• _WHAT IS REQUIRED_:
Everything from the line containing "2.0 program (no" through the last line of the data below should be given again exactly, both end lines included and nothing more.
BEGIN MATERIAL PROVIDED
"""OpenQASM 2.0 → :class:`~jobkeeper.circuit.ir.Circuit` (arXiv:1707.03429), and the
entry point for both languages: the version line decides (``OPENQASM 2.x;`` is read here;
``OPENQASM 3``/``3.x`` or no version line goes to :mod:`jobkeeper.circuit.qasm3`),
whatever the file is called.

Recursive descent over the tokens of :mod:`jobkeeper.circuit.lexer`. User gates are
inlined here, iteratively (an explicit stack, not recursion), down to standard gates,
opaque gates and the non-gate operations; the builtins ``U`` and ``CX`` become ``u3`` and
``cx``, which the standard header defines as exactly those.

Work is bounded: the text is read once, expressions nest at most
:data:`~jobkeeper.circuit.expressions.MAX_NESTING` deep, and a program may expand (by
broadcasting and gate inlining) to at most :data:`MAX_WORK` units of operations, operands
and expression nodes. A ten-line program cannot make the parser run for hours.
"""

from __future__ import annotations

import os
from pathlib import Path

from jobkeeper.circuit.canonical import round_param
from jobkeeper.circuit.expressions import ExpressionError, parse_expression
from jobkeeper.circuit.gates import RESERVED, GateSpec, check_arity, parse_gate_definition
from jobkeeper.circuit.ir import BARRIER, MEASURE, RESET, Circuit, Condition, Operation, Register
from jobkeeper.circuit.lexer import EOF, ID, INT, REAL, STRING, Token, TokenStream, tokenize
from jobkeeper.circuit.qasm3 import Template, language_version, parse_qasm3
from jobkeeper.circuit.sources import decode_source, read_source
from jobkeeper.circuit.stdgates import ORIGINAL_GATES, STANDARD_GATES
from jobkeeper.exceptions import CircuitError
from jobkeeper.hashing import sha256_tag

#: Units (operations + operands + expression nodes) a program may expand to.
MAX_WORK = 8_000_000
MAX_REGISTER_SIZE = 1 << 24
MAX_INCLUDE_DEPTH = 16
STANDARD_HEADER = "qelib1.inc"

_BUILTIN_NAMES = {"U": "u3", "CX": "cx"}
_U_SPEC = GateSpec("U", ("theta", "phi", "lambda"), ("q",), None, standard=True)
_CX_SPEC = GateSpec("CX", (), ("c", "t"), None, standard=True)


def parse_qasm(text: str, *, filename: str | None = None, base_dir: Path | None = None) -> Circuit:
    """Parse an OpenQASM program (2.0, or 3 by its version line). ``filename`` names it in
    error messages; ``base_dir`` is the folder other OpenQASM 2.0 includes are resolved in
    (without it, only the standard header may be included)."""
    if language_version(text) == 3:
        return parse_qasm3(text, filename=filename)
    program = _Program()
    _guarded(program, text, filename, base_dir)
    return program.circuit(
        source_hash=sha256_tag(text.encode("utf-8", "surrogatepass")), source_name=filename
    )


def load_qasm(path: str | os.PathLike[str]) -> Circuit:
    """Read and parse a file; ``source_hash`` is the hash of its bytes."""
    path = Path(path)
    data = read_source(path, str(path), file=str(path))
    text = decode_source(data, str(path))
    if language_version(text) == 3:
        return parse_qasm3(text, filename=str(path), source_hash=sha256_tag(data))
    program = _Program()
    _guarded(program, text, str(path), path.parent)
    return program.circuit(source_hash=sha256_tag(data), source_name=str(path))


def parse_template(
    text: str, *, filename: str | None = None, base_dir: Path | None = None
) -> Template:
    """A program as a template: OpenQASM 3 with its ``input`` parameters, or an OpenQASM
    2.0 program (no inputs) read now."""
    if language_version(text) == 3:
        return Template(text, filename=filename)
    return Template(
        text, filename=filename, fixed=parse_qasm(text, filename=filename, base_dir=base_dir)
    )


def load_template(path: str | os.PathLike[str]) -> Template:
    """Read a program file as a template; its ``source_hash`` is the hash of the bytes."""
    path = Path(path)
    data = read_source(path, str(path), file=str(path))
    text = decode_source(data, str(path))
    digest = sha256_tag(data)
    if language_version(text) == 3:
        return Template(text, filename=str(path), source_hash=digest)
    fixed = parse_qasm(text, filename=str(path), base_dir=path.parent)
    return Template(text, filename=str(path), source_hash=digest, fixed=fixed)


def _guarded(program: _Program, text: str, file: str | None, base_dir: Path | None) -> None:
    try:
        program.parse_source(text, file, base_dir, top=True)
    except RecursionError:
        # Nesting is bounded well below the interpreter's limit; this only happens when the
        # caller itself runs near that limit. Still a refusal, never a crash.
        raise CircuitError("program nested too deeply to parse here", file=file) from None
END MATERIAL PROVIDED
• _RESULT FOR THIS EXERCISE_:
    2.0 program (no inputs) read now."""
    if language_version(text) == 3:
        return Template(text, filename=filename)
    return Template(
        text, filename=filename, fixed=parse_qasm(text, filename=filename, base_dir=base_dir)
    )


def load_template(path: str | os.PathLike[str]) -> Template:
    """Read a program file as a template; its ``source_hash`` is the hash of the bytes."""
    path = Path(path)
    data = read_source(path, str(path), file=str(path))
    text = decode_source(data, str(path))
    digest = sha256_tag(data)
    if language_version(text) == 3:
        return Template(text, filename=str(path), source_hash=digest)
    fixed = parse_qasm(text, filename=str(path), base_dir=path.parent)
    return Template(text, filename=str(path), source_hash=digest, fixed=fixed)


def _guarded(program: _Program, text: str, file: str | None, base_dir: Path | None) -> None:
    try:
        program.parse_source(text, file, base_dir, top=True)
    except RecursionError:
        # Nesting is bounded well below the interpreter's limit; this only happens when the
        # caller itself runs near that limit. Still a refusal, never a crash.
        raise CircuitError("program nested too deeply to parse here", file=file) from None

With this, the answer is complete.